For each of the following points, create the chart and/or graph that best displays the data:
a) Show the breakdown of your sample by gender
b) Show the distribution of cholesterol across all participants.
c) Show the distribution of weight across all participants
Additionally, you want to generate some tables of summary statistics.
d) Create one table that calculates summary measures of cholesterol and weight across all 80 participants.
e) Create a second table that calculates summary measures of cholesterol and weight broken out by gender.
Based on the graphs and tables created in parts a-e:
f) What preliminary conclusions can you draw regarding the differences in cholesterol between male and female employees of this company?
2. A healthy cholesterol level is <200. The company wants no more than 25% of its employees to have cholesterol levels that exceed 200.
a. Construct a 95% confidence interval for the proportion of employees who have cholesterol levels higher than 200.
b. Interpret your findings with respect to the company's 25% target.

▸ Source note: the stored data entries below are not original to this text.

package floor

import (
	"bytes"
	"encoding/hex"
	"fmt"
	"math"
	"math/rand/v2"
	"runtime"
	"sync"
	"testing"
	"time"

	"example.com/wideberth/mapstore/geom"
)

// count is how many nodes a tree has; nil kids lie beyond the floor.
func (n *node) count() int {
	total := 1
	if n.kids != nil {
		for _, k := range n.kids {
			if k != nil {
				total += k.count()
			}
		}
	}
	return total
}

// fresh is how many nodes of n are not in seen, and adds them.
func (n *node) fresh(seen map[*node]bool) int {
	if n == nil || seen[n] {
		return 0
	}
	seen[n] = true
	total := 1
	if n.kids != nil {
		for _, k := range n.kids {
			total += k.fresh(seen)
		}
	}
	return total
}

// The region quadtree's published node counts, with a block for a pixel: Samet,
// Foundations of Multidimensional and Metric Data Structures, 2006, exercises on
// region quadtrees (the single square); the others follow by the same counting.
func TestQuadtreeNodeCounts(t *testing.T) {
	block := func(x, y, w, h int) Edit {
		return Edit{Kind: PaintRect, Rect: CellRect{x * BlockSize, y * BlockSize, (x + w) * BlockSize, (y + h) * BlockSize}, Fill: Occupied}
	}
	for q := 2; q <= 5; q++ {
		n := 1 << q
		m := mustNew(t, Settings{ResolutionUm: 1000, Columns: n * BlockSize, Rows: n * BlockSize, CapUm: 1000})
		check := func(name string, want int, edits ...Edit) {
			t.Helper()
			if got := mustApply(t, m, edits...).tree.root.count(); got != want {
				t.Errorf("q = %d, %s: %d nodes, wanted %d", q, name, got, want)
			}
		}
		check("nothing", 1)
		check("one block", 4*q+1, block(1, n-2, 1, 1))
		check("a wall one block thick, from bottom to top", 1<<(q+2)-3, block(n/2, 0, 1, n))
		check("a wall round the border", 1<<(q+4)-16*q-11,
			block(0, 0, n, 1), block(0, n-1, n, 1), block(0, 0, 1, n), block(n-1, 0, 1, n))
		var diagonal, checkerboard []Edit
		for y := range n {
			diagonal = append(diagonal, block(y, y, 1, 1))
			for x := y % 2; x < n; x += 2 {
				checkerboard = append(checkerboard, block(x, y, 1, 1))
			}
		}
		check("the main diagonal", 1<<(q+2)-3, diagonal...)
		check("a checkerboard", (1<<(2*(q+1))-1)/3, checkerboard...)
		check("everything, block by block, becomes one node", 1, append(checkerboard, block(0, 0, n, n))...)
	}
}

// survey is a 4096 by 4096 floor (205 m square) on which no block is uniform.
func survey(t testing.TB) *Map {
	m := mustNew(t, Settings{ResolutionUm: 50_000, Columns: 4096, Rows: 4096, CapUm: 5_000_000, Initial: Free})
	r := rand.New(rand.NewPCG(1, 2))
	cells := make([]byte, 4096*4096/4)
	for i := range cells {
		if v := r.Uint32(); v%64 == 0 {
			cells[i] = byte(Occupied) << (v >> 8 % 4 * 2)
		}
	}
	return mustApply(t, m, Edit{Kind: PaintCells, Rect: m.settings.AllCells(), Cells: cells})
}

// squareMetre paints 20 by 20 cells somewhere.
func squareMetre(r *rand.Rand) Edit {
	x, y := r.IntN(4096-20), r.IntN(4096-20)
	return Edit{Kind: PaintRect, Rect: CellRect{x, y, x + 20, y + 20}, Fill: Occupancy(r.IntN(3))}
}

func heap() uint64 {
	var s runtime.MemStats
	runtime.GC()
	runtime.GC()
	runtime.ReadMemStats(&s)
	return s.HeapAlloc
}

// versionsMemory is what one version of a surveyed floor with 2,000 racks takes in bytes,
// and that version with n more, each a patch of 1 m²: every other paints cells, every
// other puts a feature, moves it or takes it away.
func versionsMemory(t testing.TB, n int) (one, all uint64, versions []*Map) {
	before := heap()
	var racks []Edit
	for k := range 2000 {
		racks = append(racks, put(solidSquare(fmt.Sprintf("rack-%d", k), float64(k%50), float64(k/50))))
	}
	m := mustApply(t, survey(t), racks...)
	racks = nil
	one = heap() - before
	r := rand.New(rand.NewPCG(3, 4))
	versions = append(versions, m)
	for k := range n {
		edit := squareMetre(r)
		switch {
		case k%10 == 9:
			edit = Edit{Kind: RemoveFeature, Name: fmt.Sprint("box-", k/10)}
		case k%2 == 1:
			edit = put(solidSquare(fmt.Sprint("box-", k/10), 200*r.Float64(), 200*r.Float64()))
		}
		m = mustApply(t, m, edit)
		versions = append(versions, m)
	}
	return one, heap() - before, versions
}

// solidSquare is 1 m² with its lower left corner at (x, y) metres.
func solidSquare(name string, x, y float64) *Feature {
	x, y = math.Round(x*geom.UmPerMetre), math.Round(y*geom.UmPerMetre)
	return &Feature{Name: name, Kind: Solid, Shape: NewPolygon([][]geom.Point{pts(x, y, x+1e6, y, x+1e6, y+1e6, x, y+1e6)}, 0)}
}

// BenchmarkVersionMemory reports what each of 1,000 versions takes beyond the first, and
// how many times the memory of one all of them take.
func BenchmarkVersionMemory(b *testing.B) {
	const n = 1000
	for b.Loop() {
		one, all, versions := versionsMemory(b, n)
		b.ReportMetric(float64(all-one)/n, "bytes/version")
		b.ReportMetric(float64(all)/float64(one), "all/one")
		b.ReportMetric(0, "ns/op")
		runtime.KeepAlive(versions)
	}
}

// A thousand versions, each a patch of a square metre, take less than twice the
// memory of one; a patch within one block makes one node a level and no more.
func TestAVersionCostsWhatItsPatchTouched(t *testing.T) {
	one, all, versions := versionsMemory(t, 1000)
	t.Logf("one version %d KiB, 1,001 versions %d KiB, %d bytes a version", one>>10, all>>10, (all-one)/1000)
	if all >= 2*one {
		t.Errorf("1,001 versions take %d bytes, one takes %d", all, one)
	}
	seen := map[*node]bool{}
	versions[0].tree.root.fresh(seen)
	next := mustApply(t, versions[0], Edit{Kind: PaintRect, Rect: CellRect{70, 70, 90, 90}, Fill: Occupied})
	if n := next.tree.root.fresh(seen); n > next.tree.level+1 {
		t.Errorf("a patch in one block made %d nodes, the tree has %d levels", n, next.tree.level+1)
	}
	runtime.KeepAlive(versions)
}

// Features share in the same way: a version costs the path to its name.
func TestFeaturesAreShared(t *testing.T) {
	m := mustNew(t, hall)
	var edits []Edit
	for i := range 5000 {
		edits = append(edits, put(disc(fmt.Sprintf("rack-%02d/%02d", i/100, i%100), 1e6, 1e6, 5)))
	}
	m = mustApply(t, m, edits...)
	var nodes func(n *nameNode, seen map[*nameNode]bool) int
	nodes = func(n *nameNode, seen map[*nameNode]bool) int {
		if seen[n] {
			return 0
		}
		seen[n] = true
		total := 1
		for _, k := range n.kids {
			total += nodes(k, seen)
		}
		return total
	}
	seen := map[*nameNode]bool{}
	before := nodes(m.names, seen)
	next := mustApply(t, m, put(disc("rack-17/42", 2e6, 2e6, 5)), Edit{Kind: RemoveFeature, Name: "rack-30/00"})
	if n := nodes(next.names, seen); n > 2*len("rack-17/42") {
		t.Errorf("two names changed made %d nodes of %d", n, before)
	}
	if d := Diff(m, next); len(d.Features) != 2 || d.CellCount != 0 {
		t.Errorf("difference %+v", d)
	}
}

// Law 1, for readers of one version while others are made from it. Run with -race.
func TestLaw1AVersionNeverChanges(t *testing.T) {
	base := mustApply(t, mustNew(t, hall), put(disc("a", 1e6, 1e6, 5)), Edit{Kind: PaintRect, Rect: CellRect{3, 3, 90, 90}, Fill: Occupied})
	digest, content := base.Digest(), base.ReadCells(nil, hall.AllCells())
	var wg sync.WaitGroup
	for g := range 4 {
		wg.Go(func() {
			m := base
			for i := range 25 {
				next, err := m.Apply([]Edit{
					{Kind: PaintRect, Rect: CellRect{g, i, g + 100, i + 50}, Fill: Occupancy(i % 3)},
					put(disc(fmt.Sprintf("b%d", i), 2e6, 2e6, int64(i+1))),
					put(disc("a", float64(i), 1e6, 5)),
				})
				if err != nil {
					t.Error(err)
					return
				}
				m = next
				if base.FeatureCount() != 1 || base.At(3, 3) != Occupied || base.At(2, 2) != Free || string(base.ReadCells(nil, hall.AllCells())) != string(content) {
					t.Error("a reader sees a change")
				}
			}
		})
	}
	wg.Wait()
	back, err := Decode(base.Encode())
	if err != nil || back.Digest() != digest {
		t.Errorf("content changed: %v", err)
	}
}

// Law 2: the digest of a given content is the same on any machine and in any later
// build. A changed value here means that journals written before no longer
// check; it needs a new format and a way to read the old one.
func TestLaw2DigestsAreFixed(t *testing.T) {
	m := mustApply(t, mustNew(t, Settings{ResolutionUm: 50_000, Columns: 150, Rows: 70, OriginX: -1_000_000, CapUm: 5_000_000, Initial: Unknown}),
		Edit{Kind: ClearRect, Rect: CellRect{0, 0, 140, 60}},
		Edit{Kind: PaintPolygon, Fill: Occupied, Shape: NewPolygon([][]geom.Point{pts(0, 0, 1_234_567, 0, 0, 765_432)}, 0)},
		put(&Feature{Name: "column/a", Kind: Solid, RadiusUm: 250_000, ToleranceUm: 5_000, Shape: NewDisc(geom.Point{X: 3_000_000, Y: 1_000_000}, 250_000, 5_000)}),
		put(&Feature{Name: "cold-store", Note: "two lanes", Kind: OneWayZone, Heading: 1.5, Shape: NewPolygon([][]geom.Point{pts(0, 0, 9, 0, 9, 9)}, 0)}),
		put(&Feature{Name: "gate-1", Kind: Station, At: geom.Point{X: 100_000, Y: 100_000}, Heading: -0.5}),
	)
	d := m.Digest()
	const want = "b8db93ce423663f04d73a396c568c65487092ce74691527b46deeaebb717dba4"
	if got := hex.EncodeToString(d[:]); got != want {
		t.Errorf("digest %s, wanted %s", got, want)
	}
}

// Reports how many times longer it takes to copy the whole raster, two bits a
// cell, as a version without sharing would have to.
func BenchmarkApplySquareMetre(b *testing.B) {
	m := survey(b)
	r := rand.New(rand.NewPCG(5, 6))
	whole := m.ReadCells(nil, m.settings.AllCells())
	const copies = 20
	start := time.Now()
	for range copies {
		whole = bytes.Clone(whole)
	}
	plain := time.Since(start) / copies
	for b.Loop() {
		m = mustApply(b, m, squareMetre(r))
	}
	b.ReportMetric(float64(plain)/(float64(b.Elapsed())/float64(b.N)), "x-raster-copy")
}

// Reports how many times longer it takes to compare two whole rasters.
func BenchmarkDiffSquareMetre(b *testing.B) {
	m := survey(b)
	next := mustApply(b, m, squareMetre(rand.New(rand.NewPCG(5, 6))))
	p, q := m.ReadCells(nil, m.settings.AllCells()), next.ReadCells(nil, m.settings.AllCells())
	start, differ := time.Now(), 0
	for i := range p {
		if p[i] != q[i] {
			differ++
		}
	}
	plain := time.Since(start)
	for b.Loop() {
		if c := Diff(m, next); c.CellCount < int64(differ) {
			b.Fatal("cells missed")
		}
	}
	b.ReportMetric(float64(plain)/(float64(b.Elapsed())/float64(b.N)), "x-raster-compare")
}

func BenchmarkEncode(b *testing.B) {
	m := survey(b)
	for b.Loop() {
		b.ReportMetric(float64(len(m.Encode())), "bytes")
	}
}

func BenchmarkDecode(b *testing.B) {
	data := survey(b).Encode()
	for b.Loop() {
		if _, err := Decode(data); err != nil {
			b.Fatal(err)
		}
	}
}

func BenchmarkSolidBits(b *testing.B) {
	m := survey(b)
	var words [BlockSize]uint64
	for b.Loop() {
		for by := range 64 {
			for bx := range 64 {
				m.SolidBits(bx, by, &words)
			}
		}
	}
	b.ReportMetric(float64(b.Elapsed().Nanoseconds())/float64(b.N)/4096, "ns/block")
}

3. One manager has conjectured that the men have bad dietary habits and probably have high cholesterol readings, which should be the focus of the wellness program. We would like to test the hypothesis that male cholesterol readings are different from female cholesterol readings.
a) Conduct an ANOVA to evaluate whether or not there is a significant difference in cholesterol readings between males and female.
b) Summarize and interpret the results of your test.
4.One manager suggests that the company may be able to check on the progress of the wellness campaign by observing changes in the body mass index instead of redoing the more costly cholesterol reading. The body-mass index is defined as the ratio of the weight to the square of the height, multiplied by 703 if the height is measured in inches and the weight is measure in pounds. BMI = 703*Weight/(Height^2). There is also some discussion that changes in the BMI may be more effective in reducing male cholesterol readings than female cholesterol readings.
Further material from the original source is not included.